(Data shown Opens)
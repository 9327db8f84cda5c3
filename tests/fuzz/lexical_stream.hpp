// SPDX-License-Identifier: MIT
// The lexical path's fuzz harness, shared by the libFuzzer target and the unit test that replays
// kept inputs: decode bytes into a token stream, scan and classify it, and check the promises the
// scanner and classifier make.
#pragma once

#include "gate/lexer/lexical_scan.hpp"
#include "gate/lexer/source_token.hpp"
#include "gate/lexer/token_classifier.hpp"
#include "tollgate/core/counts.hpp"
#include "tollgate/core/measures.hpp"

#include <array>
#include <cmath>
#include <cstddef>
#include <cstdint>
#include <string>
#include <vector>

namespace tollgate::fuzz {

struct Word {
    core::LexKind kind;
    const char* spelling;
};

// The vocabulary a byte picks from: the tokens the scanner and classifier decide on, plus a few
// ordinary names and literals. Structure comes from the fuzzer's choice of order.
inline constexpr std::array<Word, 64> k_words = {{
    {core::LexKind::punctuation, "{"},       {core::LexKind::punctuation, "}"},
    {core::LexKind::punctuation, "("},       {core::LexKind::punctuation, ")"},
    {core::LexKind::punctuation, "["},       {core::LexKind::punctuation, "]"},
    {core::LexKind::punctuation, "<"},       {core::LexKind::punctuation, ">"},
    {core::LexKind::punctuation, ">>"},      {core::LexKind::punctuation, ";"},
    {core::LexKind::punctuation, ","},       {core::LexKind::punctuation, "::"},
    {core::LexKind::punctuation, ":"},       {core::LexKind::punctuation, "="},
    {core::LexKind::punctuation, "*"},       {core::LexKind::punctuation, "&"},
    {core::LexKind::punctuation, "&&"},      {core::LexKind::punctuation, "+"},
    {core::LexKind::punctuation, "-"},       {core::LexKind::punctuation, "++"},
    {core::LexKind::punctuation, "--"},      {core::LexKind::punctuation, "->"},
    {core::LexKind::punctuation, "..."},     {core::LexKind::punctuation, "~"},
    {core::LexKind::punctuation, "."},       {core::LexKind::punctuation, "?"},
    {core::LexKind::punctuation, "!"},       {core::LexKind::punctuation, "#"},
    {core::LexKind::keyword, "template"},    {core::LexKind::keyword, "typename"},
    {core::LexKind::keyword, "class"},       {core::LexKind::keyword, "struct"},
    {core::LexKind::keyword, "enum"},        {core::LexKind::keyword, "namespace"},
    {core::LexKind::keyword, "operator"},    {core::LexKind::keyword, "const"},
    {core::LexKind::keyword, "return"},      {core::LexKind::keyword, "if"},
    {core::LexKind::keyword, "else"},        {core::LexKind::keyword, "void"},
    {core::LexKind::keyword, "int"},         {core::LexKind::keyword, "noexcept"},
    {core::LexKind::keyword, "try"},         {core::LexKind::keyword, "catch"},
    {core::LexKind::keyword, "throw"},       {core::LexKind::keyword, "sizeof"},
    {core::LexKind::keyword, "extern"},      {core::LexKind::keyword, "new"},
    {core::LexKind::keyword, "delete"},      {core::LexKind::identifier, "f"},
    {core::LexKind::identifier, "g"},        {core::LexKind::identifier, "T"},
    {core::LexKind::identifier, "Box"},      {core::LexKind::identifier, "value"},
    {core::LexKind::identifier, "API"},      {core::LexKind::identifier, "__attribute__"},
    {core::LexKind::identifier, "override"}, {core::LexKind::identifier, "main"},
    {core::LexKind::literal, "0"},           {core::LexKind::literal, "\"text\""},
    {core::LexKind::literal, "'c'"},         {core::LexKind::literal, "1.5f"},
    {core::LexKind::identifier, "x"},        {core::LexKind::identifier, "std"},
}};

// A decoded input: the convention switches and the token stream with its directives.
struct Stream {
    core::Convention convention;
    std::vector<lexer::SourceToken> tokens;
    std::vector<lexer::DirectiveMark> directives;
};

// Decode `data`: the first byte sets the convention switches; in each later byte the low six
// bits pick a word and the top two bits start a new line, or (bytes 0xC0-0xC3) put a conditional
// directive (#if, #else, #endif, other) before the next token.
inline Stream decode_stream(const std::uint8_t* data, std::size_t size) {
    Stream stream;
    if (size == 0) {
        return stream;
    }
    stream.convention.function_name_as_operand = (data[0] & 1) != 0;
    stream.convention.body_only = (data[0] & 2) != 0;
    stream.convention.merge_unary_binary = (data[0] & 4) != 0;
    unsigned line = 1;
    unsigned offset = 0;
    for (std::size_t i = 1; i < size; ++i) {
        const std::uint8_t byte = data[i];
        const unsigned high = byte >> 6;
        if (high == 3 && (byte & 0x3f) < 4) {
            stream.directives.push_back(
                {stream.tokens.size(), static_cast<lexer::DirectiveKind>(byte & 0x3)});
            ++line;
            continue;
        }
        if (high >= 2) {
            ++line;
        }
        const Word& word = k_words[byte & 0x3f];
        lexer::SourceToken token;
        token.kind = word.kind;
        token.spelling = word.spelling;
        token.offset = offset;
        token.line = line;
        offset += static_cast<unsigned>(token.spelling.size()) + 1;
        stream.tokens.push_back(std::move(token));
    }
    return stream;
}

// Return true when counting only `{` and `}` from the body's opening brace first returns to zero
// at its closing one.
inline bool braces_close_at(const std::vector<lexer::SourceToken>& tokens,
                            const lexer::LexicalDefinition& definition) {
    int depth = 0;
    for (std::size_t i = definition.body_open; i <= definition.body_close; ++i) {
        if (lexer::is_punct(tokens[i], "{")) {
            ++depth;
        } else if (lexer::is_punct(tokens[i], "}") && --depth == 0) {
            return i == definition.body_close;
        }
    }
    return false;
}

// Return the first broken promise of classifying `range` (empty when none): closing halves are
// dropped and nothing is invented, only spelling and neighbours decide without a syntax tree,
// and every measure of the result is finite.
inline std::string check_classified(const Stream& stream, const lexer::ClassifyRange& range,
                                    std::uint64_t potential_operands) {
    const core::TokenList counted =
        lexer::classify_tokens(stream.tokens, nullptr, range, stream.convention);
    if (counted.size() > range.end - range.begin + 1) {
        return "classify_tokens returned more tokens than its range holds";
    }
    for (const core::Token& token : counted) {
        if (token.key.empty()) {
            return "a counted token has no key";
        }
        if (token.basis != core::Basis::lexical && token.basis != core::Basis::spelling) {
            return "a token without a syntax tree claims another basis";
        }
    }
    const core::Measures measures =
        core::compute_measures(core::count_tokens(counted), potential_operands);
    for (core::MeasureId id : core::k_all_measures) {
        if (!std::isfinite(core::measure_value(measures, id))) {
            return "measure " + std::string(core::measure_name(id)) + " is not finite";
        }
    }
    return {};
}

// Scan and classify `stream`; return the first broken promise, or an empty string.
inline std::string check_lexical_path(const Stream& stream) {
    const auto& tokens = stream.tokens;
    const auto definitions = lexer::scan_definitions(tokens, stream.directives);
    for (std::size_t d = 0; d < definitions.size(); ++d) {
        const lexer::LexicalDefinition& definition = definitions[d];
        if (!(definition.first <= definition.name && definition.name < definition.body_open &&
              definition.body_open < definition.body_close &&
              definition.body_close < tokens.size())) {
            return "definition " + std::to_string(d) + " has its parts out of order";
        }
        if (!lexer::is_punct(tokens[definition.body_open], "{") ||
            !lexer::is_punct(tokens[definition.body_close], "}")) {
            return "definition " + std::to_string(d) + " has a body not from { to }";
        }
        // Without directives (an #else may restore an earlier brace count) the braces of a
        // body balance exactly at its close; parentheses need not: a macro may leave one open.
        if (stream.directives.empty() && !braces_close_at(tokens, definition)) {
            return "definition " + std::to_string(d) + " closes where its braces do not";
        }
        if (d > 0 && definition.first <= definitions[d - 1].body_close) {
            return "definition " + std::to_string(d) + " overlaps the one before it";
        }
        lexer::ClassifyRange range;
        range.begin = definition.first;
        range.end = definition.body_close;
        range.defined_name = definition.name;
        if (std::string broken = check_classified(stream, range, definition.potential_operands);
            !broken.empty()) {
            return "definition " + std::to_string(d) + ": " + broken;
        }
    }
    // Classifying any range, not only found definitions, must be safe as well.
    if (tokens.size() >= 2) {
        lexer::ClassifyRange range;
        range.begin = tokens.size() / 3;
        range.end = tokens.size() - 1;
        return check_classified(stream, range, 0);
    }
    return {};
}

} // namespace tollgate::fuzz
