#!/bin/sh
# SPDX-License-Identifier: MIT
# Build the policy-loader fuzzer with clang-14 (libFuzzer, ASan, UBSan) in its own build folder
# and run it for a bounded time, seeded with policies/*.yaml and the kept regressions. Any crash,
# timeout or out-of-memory input is copied to tests/fuzz/regressions/ for the unit test to replay.
# Usage: tests/fuzz/run_fuzz.sh [SECONDS] (default 60). Exit 0 when nothing was found.
set -eu
seconds=${1:-60}
root=$(cd "$(dirname "$0")/../.." && pwd)
build=${TOLLGATE_FUZZ_BUILD:-"$root/build-fuzz"}

CC=clang-14 CXX=clang++-14 cmake -S "$root" -B "$build" -DCMAKE_BUILD_TYPE=RelWithDebInfo \
    -DTOLLGATE_FUZZ=ON >/dev/null
cmake --build "$build" --target fuzz_policy -j2

corpus="$build/fuzz-corpus"
artifacts="$build/fuzz-artifacts"
mkdir -p "$corpus" "$artifacts"
cp "$root"/policies/*.yaml "$corpus/"
for kept in "$root"/tests/fuzz/regressions/*; do
    case "$kept" in *README.md) ;; *) cp "$kept" "$corpus/" ;; esac
done

status=0
"$build/tests/fuzz/fuzz_policy" -max_total_time="$seconds" -max_len=4096 -timeout=10 \
    -rss_limit_mb=2048 -print_final_stats=1 -dict="$root/tests/fuzz/policy.dict" \
    -artifact_prefix="$artifacts/" "$corpus" || status=$?

found=0
for artifact in "$artifacts"/crash-* "$artifacts"/timeout-* "$artifacts"/oom-*; do
    [ -e "$artifact" ] || continue
    cp "$artifact" "$root/tests/fuzz/regressions/"
    echo "run_fuzz: kept $(basename "$artifact") in tests/fuzz/regressions/" >&2
    found=1
done
if [ "$status" -ne 0 ] || [ "$found" -ne 0 ]; then
    echo "run_fuzz: the fuzzer found a problem (exit $status)" >&2
    exit 1
fi
echo "run_fuzz: no crash in $seconds seconds" >&2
(Data shown Closes)
__Work to be completed__
If a line in the entries above has the word "clang", copy it.

__Exercise solution__
# Build the policy-loader fuzzer with clang-14 (libFuzzer, ASan, UBSan) in its own build folder
CC=clang-14 CXX=clang++-14 cmake -S "$root" -B "$build" -DCMAKE_BUILD_TYPE=RelWithDebInfo \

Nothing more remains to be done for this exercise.